The JavaDoc for NuProcessHandler
is explicit in both cases.
onStart
Note that this method is called at some point after the process is spawned. It is possible for other methods (even {@link #onExit(int)}) to be called first. If you need a guarantee that no other methods will be called first, use {@link #onPreStart(NuProcess)} instead.
onPreStart
Unlike the {@link #onStart(NuProcess)} method, this method is invoked before the process is spawned, and is guaranteed to be invoked before any other methods are called.
I'll readily admit I overlooked the documentation. Apologies. It seems like the README
should perhaps be changed to set the nuProcess
field in onPreStart
instead of onStart
, though. While the example code may be rendered "safe" by the specific behaviors of cat
, developers are going to see that as an example of how to write a handler and end up with an implementation that can race, unless they also read the Javadocs to know to avoid it.
That said, it feels unnecessary that it work that way. onPreStart
and onStart
are not semantically the same, since the former is always called--even if the process fails to start--and there are tasks that you only want to do once that logically make sense to only do when you know the process has actually started. Recording the NuProcess
instance was only a single, specific example of something that a handler could opt to do in onStart
that, with the current handling, can cause problems. It's by no means the only such operation. Handlers essentially can't set any state in onStart
if that state is required in an onStd*
method, unless they manage their own synchronization.
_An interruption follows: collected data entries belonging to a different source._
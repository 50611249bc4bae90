import { platinumResistance } from "../../src/core/junction";
import type { PublishedSet } from "./published-value";

/**
 * IEC 60751:2008, table of resistance over temperature for R0 = 100 Ω, to 0.01 Ω; three
 * printed copies agree.
 */
// biome-ignore format: one row a line
export const platinumTable: readonly (readonly [t: number, resistance: number])[] = [
  [-200, 18.52],
  [-190, 22.83],
  [-180, 27.1],
  [-170, 31.34],
  [-160, 35.54],
  [-150, 39.72],
  [-140, 43.88],
  [-130, 48],
  [-120, 52.11],
  [-110, 56.19],
  [-100, 60.26],
  [-90, 64.3],
  [-80, 68.33],
  [-70, 72.33],
  [-60, 76.33],
  [-50, 80.31],
  [-40, 84.27],
  [-30, 88.22],
  [-20, 92.16],
  [-10, 96.09],
  [0, 100],
  [10, 103.9],
  [20, 107.79],
  [30, 111.67],
  [40, 115.54],
  [50, 119.4],
  [60, 123.24],
  [70, 127.08],
  [80, 130.9],
  [90, 134.71],
  [100, 138.51],
  [110, 142.29],
  [120, 146.07],
  [130, 149.83],
  [140, 153.58],
  [150, 157.33],
  [160, 161.05],
  [170, 164.77],
  [180, 168.48],
  [190, 172.17],
  [200, 175.86],
  [250, 194.1],
  [300, 212.05],
  [350, 229.72],
  [400, 247.09],
  [450, 264.18],
  [500, 280.98],
  [550, 297.49],
  [600, 313.71],
  [650, 329.64],
  [850, 390.48],
];

export const platinumSets: readonly PublishedSet[] = [
  {
    source: "IEC 60751:2008, R0 = 100 Ω (three copies)",
    origin: "print",
    compared: "resistance over temperature",
    values: platinumTable.map(([t, published]) => ({
      what: `${t} °C`,
      unit: "Ω",
      published,
      decimals: 2,
      ours: () => platinumResistance(t, 100),
    })),
  },
  {
    source: "IEC 60751:2008, R(100 °C), whence α = 3.85055E-3 /°C",
    origin: "memory",
    compared: "resistance for R0 = 100 Ω",
    values: [
      {
        what: "100 °C",
        unit: "Ω",
        published: 138.5055,
        decimals: 4,
        ours: () => platinumResistance(100, 100),
      },
    ],
  },
];
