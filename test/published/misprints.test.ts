import { describe, expect, it } from "vitest";
import { differs, misprints } from "./misprints";
import { judged } from "./published-value";

describe("printed values that we do not follow", () => {
  it.each(misprints)("$what is $published $unit, not $misprinted", (misprint) => {
    expect(judged(misprint)).toMatchObject({ holds: true });
    expect(differs(misprint)).toBe(true);
  });
});
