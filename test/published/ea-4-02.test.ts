/** EA-4/02 M:2013, supplement 1, example S5: calibration of a type N thermocouple at 1000 °C. */
import { describe, expect, it } from "vitest";
import { type Budget, type BudgetLine, budget, reportValue } from "../../src/core/uncertainty";
import { emf, furnace } from "./ea-4-02";

const made = (lines: readonly (readonly [BudgetLine, number, number])[]): Budget =>
  budget(lines.map(([line]) => line)) as Budget;

describe.each([
  ["furnace temperature", furnace],
  ["EMF", emf],
] as const)("EA-4/02 S5, budget of the %s", (_, lines) => {
  it("prints each standard uncertainty and contribution", () => {
    made(lines).rows.forEach((row, i) => {
      const [, u, contribution] = lines[i] as readonly [BudgetLine, number, number];
      expect(Math.abs(row.standardUncertainty / u - 1)).toBeLessThan(0.01);
      expect(Math.abs(row.contribution / contribution - 1)).toBeLessThan(0.025);
    });
  });
});

describe("EA-4/02 S5, results", () => {
  it("u = 0.641 °C with 7688 effective degrees of freedom, U = 1.3 °C: 1000.5 °C ± 1.3 °C", () => {
    const { combined, k, expanded } = made(furnace);
    expect(combined).toBeCloseTo(0.641, 3);
    // Unrounded in a public copy, which takes 0.077/0.189 for 0.407 and 50 degrees of freedom for each k = 2.
    const unrounded = budget(
      furnace.map(([line], i) => ({
        ...line,
        ...(i === 4 ? { sensitivity: -0.077 / 0.189 } : {}),
        ...(line.distribution.toLowerCase() === "normal" ? { dof: 50 } : {}),
      })),
    ) as Budget;
    expect(unrounded.combined).toBeCloseTo(0.640870516811861, 13);
    expect(Math.floor(unrounded.dof)).toBe(7688);
    expect(k).toBeCloseTo(2, 2);
    expect(reportValue(1000.5, expanded)).toBe("1000.5 ± 1.3");
  });

  it("u = 25.0 µV, U = 50 µV: 36 229 µV ± 50 µV", () => {
    const { combined, dof } = made(emf);
    expect(combined).toBeCloseTo(25, 1);
    // Unrounded in the copy, which carries 0.641 °C over from the first budget.
    expect(combined).toBeCloseTo(24.96625063622077, 11);
    // 52 in the copy, which takes 50 degrees of freedom for the furnace.
    expect(Math.floor(dof)).toBe(52);
    expect(reportValue(36228.77, 2 * combined)).toBe("36229 ± 50");
  });
});
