/**
 * t90 − t68 over t90, °C, as printed to 1 mK in a handbook table; the fit of the
 * published polynomial to it is stated as 1.5 mK below 0 °C and 1 mK above.
 */
// biome-ignore format: one row a line
export const printedDifferences: readonly (readonly [t90: number, difference: number])[] = [
  [-180, 0.008],
  [-170, 0.01],
  [-160, 0.012],
  [-150, 0.013],
  [-140, 0.014],
  [-130, 0.014],
  [-120, 0.014],
  [-110, 0.013],
  [-100, 0.013],
  [-90, 0.012],
  [-80, 0.012],
  [-70, 0.011],
  [-60, 0.01],
  [-50, 0.009],
  [-40, 0.008],
  [-30, 0.006],
  [-20, 0.004],
  [-10, 0.002],
  [0, 0.0],
  [10, -0.002],
  [20, -0.005],
  [30, -0.007],
  [40, -0.01],
  [50, -0.013],
  [60, -0.016],
  [70, -0.018],
  [80, -0.021],
  [90, -0.024],
  [100, -0.026],
  [110, -0.028],
  [120, -0.03],
  [130, -0.032],
  [140, -0.034],
  [150, -0.036],
  [160, -0.037],
  [170, -0.038],
  [180, -0.039],
  [190, -0.039],
  [200, -0.04],
  [210, -0.04],
  [220, -0.04],
  [230, -0.04],
  [240, -0.04],
  [250, -0.04],
  [260, -0.04],
];

/** Printed values above the gold point, to 10 mK (a handbook). */
export const printedRadiationDifferences: readonly (readonly [t90: number, difference: number])[] = [
  [1500, -0.44],
  [2000, -0.72],
  [2500, -1.07],
];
For the moment, we've done exactly that, and implemented our own handling that eliminates this race, to ensure developers writing process handlers in Bitbucket Server observe reliable delivery where onStart
is always called before any I/O operations.
Setting that aside, though, my bigger questions remain and are not addressed in the Javadocs: What sort of visibility and "happens-before" guarantees do NuProcessHandler
s have? Since onPreStart
and onStart
are run on the starting thread and the rest are run on the pump thread, do fields need to be volatile
, or otherwise impose their own visibility/"happens-before" rules, or does the way NuProcess is implemented elsewhere ensure them already? And, if this is known, can it be included in the documentation? The README
shows a non-volatile
private NuProcess nuProcess;
being initialized in onStart
and used in onStdout
, which implies the field doesn't need to be volatile
for that assignment to be visible across threads.
Thanks for your help!
I agree re: the README, the example should probably use onPreStart
. onPreStart
was added perhaps a year after the first release.
I would say do not rely on any memory fences that may or may not exist in the library, as it is always possible they may change. I would recommend using something like AtomicReference
if access to the instance is required in the handler callback methods. AtomicReference
may prove more performant that volatile
, but testing would be required to know for sure.
I agree with the statement:
Handlers essentially can't set any state in onStart if that state is required in an onStd* method, unless they manage their own synchronization.
But perhaps, unlike you, I do not see this as a problem. All other synchronization is up to the user.